+++ PROVIDED DATA +++

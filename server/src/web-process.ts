import { once } from 'node:events';
import { createServer } from 'node:http';
import type { Logger } from 'pino';
import { buildApp } from './app';
import { HttpCuttingService } from './cutting/http-cutting-service';
import { connectDatabase } from './database/database';
import type { Environment } from './env';
import { openLiveHub } from './events/live-hub';
import { openFileStore } from './files/file-store';
import { openQueue } from './jobs/queue';
import { StripePaymentHost } from './payments/stripe-payment-host';

const PATIENCE_MS = 3000;

/** Connect everything, listen, and answer how to end it. */
export async function startWebProcess(env: Environment, logger: Logger): Promise<{ stop: () => Promise<void> }> {
  const now = (): Date => new Date();
  const onError = (error: Error): void => logger.warn({ err: error }, 'background');
  const database = connectDatabase({ url: env.databaseUrl });
  const queue = await openQueue({ pool: database.pool, isWorker: false, onError });
  const hub = await openLiveHub({ url: env.databaseUrl, onError });
  const app = buildApp({
    database,
    queue,
    hub,
    logger,
    now,
    files: await openFileStore(env.filesDirectory),
    payments: new StripePaymentHost(env.payment),
    cutting: new HttpCuttingService({ ...env.cutting, now }),
    publicUrl: env.publicUrl,
    sessionSecret: env.sessionSecret,
    requestsPerMinute: env.requestsPerMinute,
    webDirectory: env.webDirectory,
  });

  const server = createServer(app);
  // An upload over a slow line may take its time; headers may not.
  server.requestTimeout = 5 * 60_000;
  server.headersTimeout = 15_000;
  server.listen(env.port, env.host);
  await once(server, 'listening');
  logger.info({ host: env.host, port: env.port, url: env.publicUrl }, 'web process listens');

  return {
    async stop() {
      const closed = new Promise<void>((resolve) => server.close(() => resolve()));
      // Live streams never end by themselves; what is being answered gets a moment.
      const force = setTimeout(() => server.closeAllConnections(), PATIENCE_MS);
      server.closeIdleConnections();
      await hub.stop();
      await closed;
      clearTimeout(force);
      await queue.stop();
      await database.close();
    },
  };
}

+++

**PROMPT**: An exact repetition of all the entries is required.

**COMPLETED TASK**:
filename server/src/web-process.ts
import { once } from 'node:events';
import { createServer } from 'node:http';
import type { Logger } from 'pino';
import { buildApp } from './app';
import { HttpCuttingService } from './cutting/http-cutting-service';
import { connectDatabase } from './database/database';
import type { Environment } from './env';
import { openLiveHub } from './events/live-hub';
import { openFileStore } from './files/file-store';
import { openQueue } from './jobs/queue';
import { StripePaymentHost } from './payments/stripe-payment-host';

const PATIENCE_MS = 3000;

/** Connect everything, listen, and answer how to end it. */
export async function startWebProcess(env: Environment, logger: Logger): Promise<{ stop: () => Promise<void> }> {
  const now = (): Date => new Date();
  const onError = (error: Error): void => logger.warn({ err: error }, 'background');
  const database = connectDatabase({ url: env.databaseUrl });
  const queue = await openQueue({ pool: database.pool, isWorker: false, onError });
  const hub = await openLiveHub({ url: env.databaseUrl, onError });
  const app = buildApp({
    database,
    queue,
    hub,
    logger,
    now,
    files: await openFileStore(env.filesDirectory),
    payments: new StripePaymentHost(env.payment),
    cutting: new HttpCuttingService({ ...env.cutting, now }),
    publicUrl: env.publicUrl,
    sessionSecret: env.sessionSecret,
    requestsPerMinute: env.requestsPerMinute,
    webDirectory: env.webDirectory,
  });

  const server = createServer(app);
  // An upload over a slow line may take its time; headers may not.
  server.requestTimeout = 5 * 60_000;
  server.headersTimeout = 15_000;
  server.listen(env.port, env.host);
  await once(server, 'listening');
  logger.info({ host: env.host, port: env.port, url: env.publicUrl }, 'web process listens');

  return {
    async stop() {
      const closed = new Promise<void>((resolve) => server.close(() => resolve()));
      // Live streams never end by themselves; what is being answered gets a moment.
      const force = setTimeout(() => server.closeAllConnections(), PATIENCE_MS);
      server.closeIdleConnections();
      await hub.stop();
      await closed;
      clearTimeout(force);
      await queue.stop();
      await database.close();
    },
  };
}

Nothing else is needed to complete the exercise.